━━━ INFORMATION SUPPLIED

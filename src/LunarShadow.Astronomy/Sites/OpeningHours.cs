using NodaTime;

namespace LunarShadow.Astronomy.Sites;

/// <summary>A daily opening window in local time, such as 19:00–23:30; it spans midnight when it closes at or before it opens.</summary>
/// <param name="Opens">Local opening time.</param>
/// <param name="Closes">Local closing time.</param>
public sealed record OpeningHours(LocalTime Opens, LocalTime Closes)
{
    /// <summary>True when the window runs past midnight into the next day.</summary>
    public bool SpansMidnight => Closes <= Opens;

    /// <summary>The windows opening on the local dates from <paramref name="first"/> to <paramref name="last"/>.</summary>
    public IEnumerable<OpeningWindow> Windows(DateTimeZone zone, LocalDate first, LocalDate last)
    {
        for (var date = first; date <= last; date = date.PlusDays(1))
        {
            var (opens, openNote) = Resolve(zone, date.At(Opens), opening: true);
            var (closes, closeNote) = Resolve(zone, (SpansMidnight ? date.PlusDays(1) : date).At(Closes), opening: false);
            var notes = new[] { openNote, closeNote }.Where(n => n is not null).ToList();
            yield return new OpeningWindow(opens, closes, notes.Count == 0 ? null : string.Join(" ", notes));
        }
    }

    // A local time may not exist (clocks go forward) or occur twice (clocks go back). Never shift it silently: take the
    // moment the clocks reach it (for a skipped time, the end of the gap) or, when it occurs twice, the first occurrence
    // for opening and the second for closing, and say so.
    private static (Instant Instant, string? Note) Resolve(DateTimeZone zone, LocalDateTime local, bool opening)
    {
        var mapping = zone.MapLocal(local);
        var what = opening ? "opening" : "closing";
        return mapping.Count switch
        {
            1 => (mapping.Single().ToInstant(), null),
            0 => (mapping.LateInterval.Start,
                $"The {what} time {local:HH:mm} on {local:yyyy-MM-dd} does not exist (clocks go forward); taken as {mapping.LateInterval.Start.InZone(zone):HH:mm}."),
            _ => (opening ? mapping.First().ToInstant() : mapping.Last().ToInstant(),
                $"The {what} time {local:HH:mm} on {local:yyyy-MM-dd} occurs twice (clocks go back); the {(opening ? "first" : "second")} is used."),
        };
    }
}

/// <summary>One opening of the window, as instants.</summary>
/// <param name="Opens">When the doors open.</param>
/// <param name="Closes">When they close.</param>
/// <param name="Note">What was done about a daylight-saving change, if one touched the window.</param>
public sealed record OpeningWindow(Instant Opens, Instant Closes, string? Note);
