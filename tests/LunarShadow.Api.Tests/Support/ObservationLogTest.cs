namespace LunarShadow.Api.Tests.Support;

/// <summary>
/// A fresh SQLite observers' log and an in-memory host on it for each test. A test class may prepare the log (add keys)
/// in <see cref="BeforeHostStartsAsync"/>, before the host is made.
/// </summary>
public abstract class ObservationLogTest : IAsyncLifetime, IDisposable
{
    /// <summary>The test's database.</summary>
    protected StorageBackend Storage { get; private set; } = null!;

    /// <summary>A client of the host on <see cref="Storage"/>.</summary>
    protected HttpClient Client { get; private set; } = null!;

    private ObservationHost _host = null!;

    /// <summary>Runs after the database is made and before the host starts on it.</summary>
    protected virtual Task BeforeHostStartsAsync() => Task.CompletedTask;

    public async Task InitializeAsync()
    {
        Storage = await StorageBackend.CreateAsync("sqlite");
        await BeforeHostStartsAsync();
        _host = new ObservationHost(Storage);
        Client = _host.CreateClient();
    }

    public async Task DisposeAsync()
    {
        await _host.DisposeAsync();
        await Storage.DisposeAsync();
    }

    public void Dispose()
    {
        Client.Dispose();
        _host.Dispose();
        GC.SuppressFinalize(this);
    }
}
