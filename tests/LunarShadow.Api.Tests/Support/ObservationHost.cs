using System.Net.Http.Headers;
using System.Text;
using LunarShadow.Api.Observations.Keys;
using Microsoft.AspNetCore.Hosting;
using Microsoft.AspNetCore.Mvc.Testing;
using Microsoft.Extensions.Configuration;

namespace LunarShadow.Api.Tests.Support;

/// <summary>
/// An in-memory host on a given observers' log, with the rate limits raised (write limits too) so tests can post
/// quickly; and the keys command run in-process on the same database.
/// </summary>
public sealed class ObservationHost(StorageBackend storage, IReadOnlyDictionary<string, string?>? extra = null) : WebApplicationFactory<Program>
{
    /// <summary>The eclipse the tests post to: the total lunar eclipse of 2025 September 7 (NASA Five Millennium Canon, from memory).</summary>
    public const string Eclipse = "2025-09-07";

    /// <summary>The log's URL for <see cref="Eclipse"/>.</summary>
    public const string Url = $"/api/v1/eclipses/{Eclipse}/observations";

    /// <summary>The database.</summary>
    public StorageBackend Storage => storage;

    protected override void ConfigureWebHost(IWebHostBuilder builder)
    {
        builder.UseSetting("RateLimiting:PermitsPerSecond", "1000000");
        builder.UseSetting("RateLimiting:Burst", "1000000");
        builder.UseSetting("RateLimiting:WritesPerMinute", "1000000");
        builder.UseSetting("RateLimiting:WriteBurst", "1000000");
        builder.UseSetting("RequestTimeoutSeconds", "300");
        foreach (var (name, value) in storage.Settings) builder.UseSetting(name, value);
        foreach (var (name, value) in extra ?? new Dictionary<string, string?>()) builder.UseSetting(name, value);
    }

    /// <summary>Runs <c>keys …</c> on the host's database; its exit code, standard output and error.</summary>
    public static async Task<(int Exit, string Output, string Error)> KeysAsync(StorageBackend storage, params string[] args)
    {
        var configuration = new ConfigurationBuilder().AddInMemoryCollection(storage.Settings).Build();
        using var output = new StringWriter();
        using var error = new StringWriter();
        var exit = await KeysCommand.RunAsync(args, configuration, output, error);
        return (exit, output.ToString(), error.ToString());
    }

    /// <summary>Adds a key with the keys command and returns it (the last line of the output).</summary>
    public static async Task<string> AddKeyAsync(StorageBackend storage, string name)
    {
        var (exit, output, error) = await KeysAsync(storage, "add", name);
        Assert.True(exit == 0, error);
        return output.TrimEnd().Split('\n')[^1].Trim();
    }

    /// <summary>POSTs a JSON body with the key (none when null).</summary>
    public static async Task<HttpResponseMessage> PostAsync(HttpClient client, string json, string? key)
    {
        using var request = new HttpRequestMessage(HttpMethod.Post, Url) { Content = new StringContent(json, Encoding.UTF8, "application/json") };
        if (key is not null) request.Headers.Authorization = new AuthenticationHeaderValue("Bearer", key);
        return await client.SendAsync(request);
    }
}
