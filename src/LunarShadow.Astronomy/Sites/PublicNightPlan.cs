using LunarShadow.Astronomy.Units;
using NodaTime;

namespace LunarShadow.Astronomy.Sites;

/// <summary>What an observatory with set opening hours can show of one eclipse.</summary>
/// <param name="Window">The opening used: the one that overlaps the visible eclipse most.</param>
/// <param name="PhasesInWindow">The visible stretches of each phase inside the opening.</param>
/// <param name="Session">A suggested public session, or null when nothing worth showing falls in the opening.</param>
/// <param name="Outcome">What the plan comes to, for the caller to put into words.</param>
public sealed record PublicNightPlan(OpeningWindow Window, IReadOnlyList<VisibleSpan> PhasesInWindow, SuggestedSession? Session, PublicNightOutcome Outcome)
{
    /// <summary>Minutes of totality inside the opening.</summary>
    public double TotalityMinutesInWindow => PhasesInWindow.Where(p => p.Phase == EclipsePhase.Total).Sum(p => p.Minutes);
}

/// <summary>What a public-night plan comes to.</summary>
public enum PublicNightOutcome
{
    /// <summary>Nothing of the eclipse is visible from the site.</summary>
    NothingVisible,

    /// <summary>The eclipse is visible, but entirely outside the opening hours.</summary>
    OutsideOpeningHours,

    /// <summary>Only the faint penumbral phase falls within the opening hours.</summary>
    OnlyFaintPenumbra,

    /// <summary>A session is suggested.</summary>
    Session,
}

/// <summary>A suggested public session.</summary>
/// <param name="DoorsOpen">Doors open.</param>
/// <param name="DoorsClose">Doors close.</param>
/// <param name="MoonAltitudeAtOpen">The Moon's apparent altitude when the doors open.</param>
/// <param name="MoonAltitudeAtClose">The Moon's apparent altitude when they close.</param>
public sealed record SuggestedSession(Instant DoorsOpen, Instant DoorsClose, Angle MoonAltitudeAtOpen, Angle MoonAltitudeAtClose);
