using LunarShadow.Astronomy.Units;

namespace LunarShadow.Astronomy.Sites;

/// <summary>
/// The local horizon — hills, trees, buildings — as altitudes at given azimuths, interpolated linearly in azimuth
/// (wrapping through north). An empty profile is a flat horizon at 0°.
/// </summary>
public sealed class HorizonProfile
{
    private readonly (double Azimuth, double Altitude)[] _points;

    /// <summary>A profile from (azimuth, altitude) points in degrees; azimuths 0–360 from north through east.</summary>
    public HorizonProfile(IEnumerable<(double AzimuthDegrees, double AltitudeDegrees)> points)
    {
        _points = points.Select(p => (((p.AzimuthDegrees % 360) + 360) % 360, p.AltitudeDegrees))
            .GroupBy(p => p.Item1).Select(g => g.First()).OrderBy(p => p.Item1).ToArray();
    }

    /// <summary>A flat horizon.</summary>
    public static HorizonProfile Flat { get; } = new([]);

    /// <summary>True when no points were given.</summary>
    public bool IsFlat => _points.Length == 0;

    /// <summary>The points, sorted by azimuth.</summary>
    public IReadOnlyList<(double Azimuth, double Altitude)> Points => _points;

    /// <summary>The horizon's altitude at an azimuth.</summary>
    public Angle AltitudeAt(Angle azimuth)
    {
        if (_points.Length == 0) return Angle.Zero;
        if (_points.Length == 1) return Angle.FromDegrees(_points[0].Altitude);
        var az = azimuth.NormalizedPositive().Degrees;
        var i = FirstAbove(az);
        var (a0, h0) = i <= 0 ? _points[^1] : _points[i - 1];
        var (a1, h1) = i < 0 ? _points[0] : _points[i];
        var span = ((a1 - a0) % 360 + 360) % 360;
        if (span == 0) return Angle.FromDegrees(h0);
        var along = ((az - a0) % 360 + 360) % 360;
        return Angle.FromDegrees(h0 + (h1 - h0) * along / span);
    }

    // The index of the first point east of the azimuth, or −1 if none: a binary search, O(log n) per lookup, since the
    // horizon search asks for hundreds of azimuths per eclipse and a profile may hold 360 points.
    private int FirstAbove(double azimuthDegrees)
    {
        int low = 0, high = _points.Length;
        while (low < high)
        {
            var middle = (low + high) >> 1;
            if (_points[middle].Azimuth > azimuthDegrees) high = middle;
            else low = middle + 1;
        }
        return low == _points.Length ? -1 : low;
    }
}
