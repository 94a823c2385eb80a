using System.Collections.Concurrent;
using System.Diagnostics;
using LunarShadow.Astronomy.Eclipses;
using LunarShadow.Astronomy.Photography;
using LunarShadow.Astronomy.Sites;
using Xunit.Abstractions;
using static LunarShadow.Api.Tests.Sweep.SweepChecks;

namespace LunarShadow.Api.Tests.Sweep;

/// <summary>
/// Walks every eclipse of 1900–2100 × every sweep site × every output format through the library and the API's own
/// formatters, checking the invariants in <see cref="SweepChecks"/>. Prints how many cases ran.
/// </summary>
public class EclipseSiteFormatSweep(ITestOutputHelper output)
{
    [Fact]
    public void Every_eclipse_at_every_site_in_every_format_keeps_the_invariants()
    {
        var clock = Stopwatch.StartNew();
        var eclipses = SweepGrid.Eclipses;
        var sites = SweepGrid.Sites;
        // Five Millennium Canon (Espenak & Meeus 2009): the 20th and the 21st century hold 228 lunar eclipses each (from
        // memory), so 1900–2100 holds some 455–460 of every kind.
        Assert.InRange(SweepGrid.Eclipses.Count, 450, 465);
        Assert.Contains(eclipses, e => e.Kind == EclipseKind.Penumbral);
        Assert.Contains(eclipses, e => e.Kind == EclipseKind.Partial);
        Assert.Contains(eclipses, e => e.Kind == EclipseKind.Total);

        // The UTC date of each eclipse, as the API names it.
        var dates = eclipses.ToDictionary(e => e.Lunation, e => Api.Formatting.TimeFormats.UtcDate(SweepGrid.Time.ToUtc(e.GreatestEclipse)));
        var failures = new ConcurrentQueue<string>();
        long cases = 0, renderings = 0, plans = 0, allCombinationPlans = 0;
        var timings = new ConcurrentDictionary<string, long>();
        void Case(string kind, string what, Action check)
        {
            Interlocked.Increment(ref cases);
            var started = Stopwatch.GetTimestamp();
            try { check(); }
            catch (Exception ex) { failures.Enqueue($"{what}: {ex.GetType().Name}: {ex.Message}"); }
            var elapsed = Stopwatch.GetElapsedTime(started).Ticks;
            timings.AddOrUpdate(kind, elapsed, (_, t) => t + elapsed);
        }
        void Rendered(int n = 1) => Interlocked.Add(ref renderings, n);

        var pairs = eclipses.SelectMany(e => sites.Select(s => (Eclipse: e, Site: s))).ToList();

        Parallel.ForEach(pairs, new ParallelOptions { MaxDegreeOfParallelism = Environment.ProcessorCount }, pair =>
        {
            var (eclipse, sweepSite) = pair;
            var site = sweepSite.Site;
            var name = $"{dates[eclipse.Lunation]} {sweepSite.Label}";
            LocalCircumstances? local = null;
            string? localCalendar = null;
            Case("local", $"{name} local", () =>
            {
                local = LocalCircumstancesCalculator.Compute(eclipse, site, SweepGrid.Time);
                ContactsOrdered(local);
                VisibleStretchesInsidePhaseAndMoonUp(local);
                var plan = sweepSite.Open is { } open ? PublicNightPlanner.Plan(local, open, SweepGrid.Time) : null;
                if (plan is not null)
                    foreach (var p in plan.PhasesInWindow)
                        Require(p.StartUtc >= plan.Window.Opens && p.EndUtc <= plan.Window.Closes, "public-night stretch outside the opening");
                var response = Renderings.Local(local, plan);
                foreach (var c in response.Contacts)
                {
                    LocalIsUtcPlusOffset(c.Utc, c.Local, site.TimeZone);
                    SkyMatchesSun(c);
                }
                foreach (var p in response.VisiblePhases)
                {
                    LocalIsUtcPlusOffset(p.StartUtc, p.StartLocal, site.TimeZone);
                    LocalIsUtcPlusOffset(p.EndUtc, p.EndLocal, site.TimeZone);
                }
                foreach (var m in response.MoonEvents) LocalIsUtcPlusOffset(m.Utc, m.Local, site.TimeZone);
                Renderings.Json(response);
                var rows = Readers.Csv(Renderings.LocalCsv(response));
                // One row per item, its kind first (docs/api.md): exactly one "contact" row per contact.
                Require(rows.Count(r => r[0] == "contact") == response.Contacts.Count, "CSV contact rows differ from the contacts");
                Readers.Csv(Renderings.SitesCsv([response]));
                var (status, ics) = Renderings.LocalCalendar(local, response);
                Require(status == 200, $"iCalendar status {status}");
                Require(Readers.Calendar(ics).Count == local.VisiblePhases.Count, "iCalendar events differ from the visible phases");
                localCalendar = ics;
                Rendered(4);
            });
            if (local is null || !local.AnyVisible) return;
            // Eclipses with an umbral phase (partial and total, where exposures span the widest range and trailing and
            // ISO changes arise): every mount × both camera set-ups, six plans per pair. Penumbral eclipses: both camera
            // set-ups with the mount cycling through all three across the grid, to keep the sweep's time in bounds.
            var visibleLocal = local;
            var parsedCalendars = new HashSet<string>(StringComparer.Ordinal);
            IEnumerable<Camera> setups = eclipse.Kind == EclipseKind.Penumbral
                ? SweepGrid.Cameras.Select((camera, c) => camera with
                {
                    Mount = SweepGrid.Mounts[(int)((Math.Abs(eclipse.Lunation) + sites.ToList().IndexOf(sweepSite) + c) % SweepGrid.Mounts.Count)],
                })
                : SweepGrid.Cameras.SelectMany(camera => SweepGrid.Mounts.Select(mount => camera with { Mount = mount }));
            foreach (var camera in setups)
            {
                if (eclipse.Kind != EclipseKind.Penumbral) Interlocked.Increment(ref allCombinationPlans);
                Case("photo", $"{name} photo {camera.FocalLengthMm:0}mm {camera.Mount}", () =>
                {
                    // A 15-minute step keeps the sweep fast; every visible contact still gets its row.
                    var plan = PhotoPlanner.Plan(visibleLocal, camera, new PhotoSettings(IntervalMinutes: 15), SweepGrid.Time);
                    var response = Renderings.Photo(plan);
                    PhotoPlan(plan, response);
                    Renderings.Json(response);
                    Require(Readers.Csv(Renderings.PhotoCsv(response)).Count == response.Timeline.Count, "photo CSV rows differ from the timeline");
                    Sequence(Renderings.PhotoSequence(response), plan.Camera);
                    // The photo plan's iCalendar is usually the site's, parsed above, and the mount does not change it;
                    // it is parsed once more for each distinct text.
                    var (status, ics) = Renderings.PhotoCalendar(plan);
                    Require(status == 200, $"photo iCalendar status {status}");
                    if (ics != localCalendar && parsedCalendars.Add(ics)) Readers.Calendar(ics);
                    Interlocked.Increment(ref plans);
                    Rendered(4);
                });
            }
        });

        // Upcoming: from 1900 on, every eclipse each site can see up to 2100 (and with opening hours, only inside them).
        Parallel.ForEach(sites, new ParallelOptions { MaxDegreeOfParallelism = Environment.ProcessorCount }, s =>
        {
            // Sites with opening hours ask within them; the others ask for totality in astronomical night.
            foreach (var criteria in new[] { s.Open is null ? new UpcomingCriteria(EclipsePhase.Total, AstronomicalNightOnly: true) : new UpcomingCriteria(Hours: s.Open) })
            {
                Case("upcoming", $"upcoming {s.Label} {criteria.MinimumPhase}", () =>
                {
                    var end = SweepGrid.Tt(2101, 1, 1);
                    var found = UpcomingEclipses.From(EclipseFinder.For(eclipses[0].Model), s.Site, SweepGrid.Time, SweepGrid.Tt(1900, 1, 1), criteria)
                        .TakeWhile(u => u.Local.Eclipse.GreatestEclipse < end).ToList();
                    foreach (var u in found)
                    {
                        Require(u.Qualifying.Count > 0, "an upcoming eclipse without a qualifying stretch");
                        foreach (var q in u.Qualifying)
                            Require(u.Local.VisiblePhases.Any(v => v.StartTt.SecondsSince(q.StartTt) <= 1e-3 && q.EndTt.SecondsSince(v.EndTt) <= 1e-3), "qualifying stretch outside the visible phases");
                    }
                    var items = Renderings.UpcomingItems(found, s.Site);
                    foreach (var i in items) LocalIsUtcPlusOffset(i.GreatestEclipseUtc, i.GreatestEclipseLocal, s.Site.TimeZone);
                    Renderings.Json(items);
                    Require(Readers.Csv(Renderings.UpcomingCsv(items)).Count == items.Count, "upcoming CSV rows differ");
                    var (status, ics) = Renderings.UpcomingCalendar(found, s.Site);
                    Require(status == 200, $"upcoming iCalendar status {status}");
                    Require(Readers.Calendar(ics).Count == found.Count, "upcoming iCalendar events differ");
                    Rendered(3);
                });
            }
        });

        // The visibility map of every eclipse, as GeoJSON.
        Parallel.ForEach(eclipses, new ParallelOptions { MaxDegreeOfParallelism = Environment.ProcessorCount }, e =>
        {
            var date = dates[e.Lunation];
            Case("map", $"{date} visibility map", () =>
            {
                var (status, body) = Renderings.VisibilityMap(date);
                Require(status == 200, $"visibility map status {status}: {body[..Math.Min(200, body.Length)]}");
                Require(Readers.GeoJson(body) > 0, "empty visibility map");
                Rendered();
            });
        });

        output.WriteLine($"Sweep: {eclipses.Count} eclipses × {sites.Count} sites = {pairs.Count} pairs; {plans} photo plans ({allCombinationPlans} of them every mount × both cameras on eclipses with an umbral phase); {cases} cases; {renderings} renderings; {failures.Count} failures; {clock.Elapsed.TotalSeconds:0.0} s.");
        output.WriteLine("Thread time by kind: " + string.Join(", ", timings.OrderBy(t => t.Key).Select(t => $"{t.Key} {TimeSpan.FromTicks(t.Value).TotalSeconds:0.0} s")));
        foreach (var f in failures.Take(40)) output.WriteLine(f);
        Assert.True(failures.IsEmpty, $"{failures.Count} of {cases} cases failed; first: {string.Join(" | ", failures.Take(5))}");
        Assert.True(cases >= pairs.Count + eclipses.Count, $"only {cases} cases ran");
    }
}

━━━━━━

Repeat word for word the lines above that run from the line containing "output and error.</summary>" through the line containing "of the output).</summary>", both ends included, and nothing else.

    /// <summary>Runs <c>keys …</c> on the host's database; its exit code, standard output and error.</summary>
    public static async Task<(int Exit, string Output, string Error)> KeysAsync(StorageBackend storage, params string[] args)
    {
        var configuration = new ConfigurationBuilder().AddInMemoryCollection(storage.Settings).Build();
        using var output = new StringWriter();
        using var error = new StringWriter();
        var exit = await KeysCommand.RunAsync(args, configuration, output, error);
        return (exit, output.ToString(), error.ToString());
    }

    /// <summary>Adds a key with the keys command and returns it (the last line of the output).</summary>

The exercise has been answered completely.